As Americans assume greater responsibility for the cost of health care, there would seem to be a greater incentive to select services based on price. According to a 2015 Kaiser Family Foundation survey of employers, the proportion of American workers with health insurance plans that have a general annual deductible of $1,000 or more for single coverage increased from 26 percent in 2010 to 46 percent in 2015. During this time enrollment in high deductible health plans also increased from 13 percent of covered workers in 2010 to 24 percent in 2015.
Regardless of the rise in web-based price comparison tools, pricing transparency for healthcare services is only useful in specific circumstances. Namely, a healthcare service can be considered “shoppable” when it meets the following three criteria.
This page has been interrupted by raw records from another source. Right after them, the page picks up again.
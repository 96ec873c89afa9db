import { domain, requireIn } from "../domain";
import { DomainError } from "../errors";
import { bitRate, chipRate, ebN0, otherCellRatio as otherCellRatios, processingGain } from "../interference/domains";
import { compoundExceedance, MOST_MEAN } from "../numerics/compound-lognormal";
import { fromDecibel } from "../numerics/decibel";
import { below, inverseTerm, sumsAbove } from "../numerics/poisson-ratio";
import { wholeWithin } from "../numerics/whole";
import { activityFactor, loadLimitShare, powerControlError } from "./cdma";

export const outageTraffic = domain(0, 1e6, "traffic from 0 to 1,000,000 erlang");

const DECIBEL_PER_NEPER = 10 / Math.LN10;

/** P(N > n) for a Poisson number of some mean; each side of the mean as a sum of positive parts. */
function poissonAbove(n: number, mean: number): number {
  if (mean === 0) return 0;
  const inverse = inverseTerm(n, mean);
  if (n < mean) return inverse === Infinity ? 1 : 1 - (below(n, mean) + 1) / inverse;
  return inverse === Infinity ? 0 : sumsAbove(n, mean).total / inverse;
}

/**
 * Probability that the uplink load exceeds its limit. Active users of the cell and of its neighbours, seen at the cell, are a Poisson
 * number of mean v A (1 + i); each loads the cell with 1/(1 + (W/R)/(Eb/N0)), times a lognormal of median 1 where power control errs.
 *
 * A. M. Viterbi, A. J. Viterbi, "Erlang capacity of a power controlled CDMA system", IEEE J. Select. Areas Commun. 11 (1993).
 *
 * @param trafficE A, offered traffic of the cell, erlang
 * @param chipRateMcps W
 * @param bitRateKbps R
 * @param ebN0Db required Eb/N0
 * @param activity v, share of time that a user sends; it thins the number, not the load of one
 * @param otherCellRatio i, other-cell interference over own-cell power
 * @param loadLimit load not to exceed
 * @param powerControlErrorDb standard deviation of received powers
 * @returns probability: exact without power-control error, else to the absolute error of compoundExceedance
 */
export function outage(
  trafficE: number,
  chipRateMcps: number,
  bitRateKbps: number,
  ebN0Db: number,
  activity: number,
  otherCellRatio: number,
  loadLimit = 0.75,
  powerControlErrorDb = 0,
): number {
  requireIn(outageTraffic, "trafficE", trafficE);
  requireIn(chipRate, "chipRateMcps", chipRateMcps);
  requireIn(bitRate, "bitRateKbps", bitRateKbps);
  requireIn(ebN0, "ebN0Db", ebN0Db);
  requireIn(activityFactor, "activity", activity);
  requireIn(otherCellRatios, "otherCellRatio", otherCellRatio);
  requireIn(loadLimitShare, "loadLimit", loadLimit);
  requireIn(powerControlError, "powerControlErrorDb", powerControlErrorDb);
  const mean = activity * trafficE * (1 + otherCellRatio);
  const users = loadLimit * (1 + processingGain(chipRateMcps, bitRateKbps) / fromDecibel(ebN0Db));
  if (powerControlErrorDb === 0) return poissonAbove(wholeWithin(users), mean);
  if (mean > MOST_MEAN) {
    throw new DomainError(
      "trafficE",
      trafficE,
      "with a power-control error, traffic whose activity x trafficE x (1 + otherCellRatio) is at most 1,000,000",
    );
  }
  return compoundExceedance(users, mean, powerControlErrorDb / DECIBEL_PER_NEPER);
}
- An elective service that can be researched in advance (e.g., emergency appendectomies and putting casts on broken bones do not qualify).
- Multiple providers must offer the service in the same market.
- The savings incurred from selecting a lower priced service should directly benefit the consumer (i.e., reduce out-of-pocket expense).
Unfortunately, these circumstances do not always apply in the healthcare marketplace.
- Most healthcare services are not shoppable
A 2014 report from the National Institute of Health Care Reform estimated that shoppable healthcare services account for only one-third of total healthcare spending. Elective procedures, such as hip and knee replacement, are often the first ones targeted for reference pricing and bundled payment programs, since they are discrete, routine services with a repeatable process and outcome. Other services, such as chemotherapy regimens for cancer or tailored treatment for persons with rare diseases, may be more difficult to standardize.
- There is insufficient competition for many services
Nearly 20 percent of Americans live in rural areas. In those areas, there is often one hospital that dominates and a very sparse selection of specialists. Additionally, hospital consolidation and physician practice acquisition by hospitals leads to higher prices. While vertical integration may lead to improved care coordination and continuity of care, horizontal integration often leaves the healthcare consumer with fewer options and higher prices.
- Savings incurred from lower priced services may not benefit the consumer
A recent study published in JAMA in May 2016 indicates that the availability of a price transparency tool is not associated with lower healthcare spending. In fact, those who used the tool were likely to see their healthcare costs increase compared to those that did not use the tool. More than half of the searches were for services that had total price estimates higher than $1,250, such as obstetric deliveries and colonoscopies. This amount exceeds the deductible for many plans, meaning that there is limited incentive to select a lower priced service. Since many consumers incorrectly associate higher prices with higher quality, there could actually be a perverse incentive to select a higher priced service if the cost of that service exceeds the deductible.
Price conscious healthcare consumers are concerned about reducing their out-of-pocket expenses. A March 2016 issue brief from the Healthcare Cost Institute estimates that out-of-pocket costs represent only 15 percent of the total spent on health care for commercially insured persons, and less than half of that was spent on shoppable services. Persons with chronic conditions and/or a single expensive procedure often meet their deductible and lose their incentive to price shop. Co-insurance may be a better method of aligning incentives between the payer and patient on price.
Price transparency is only one objective in the pursuit of the Triple Aim. The others are quality and a positive patient experience. Price would not be expected to vary if quality and service are held constant. Unfortunately, even when a patient has perfect knowledge related to the price of care, the ability to compare a provider on outcome is often lacking. Increased transparency and improved measurement across price, quality, and patient satisfaction is necessary for the healthcare consumer to meaningfully drive some, but not all, of their healthcare decisions.
Steve Delaronde is director of consulting for populations and payment solutions at 3M Health Information Systems.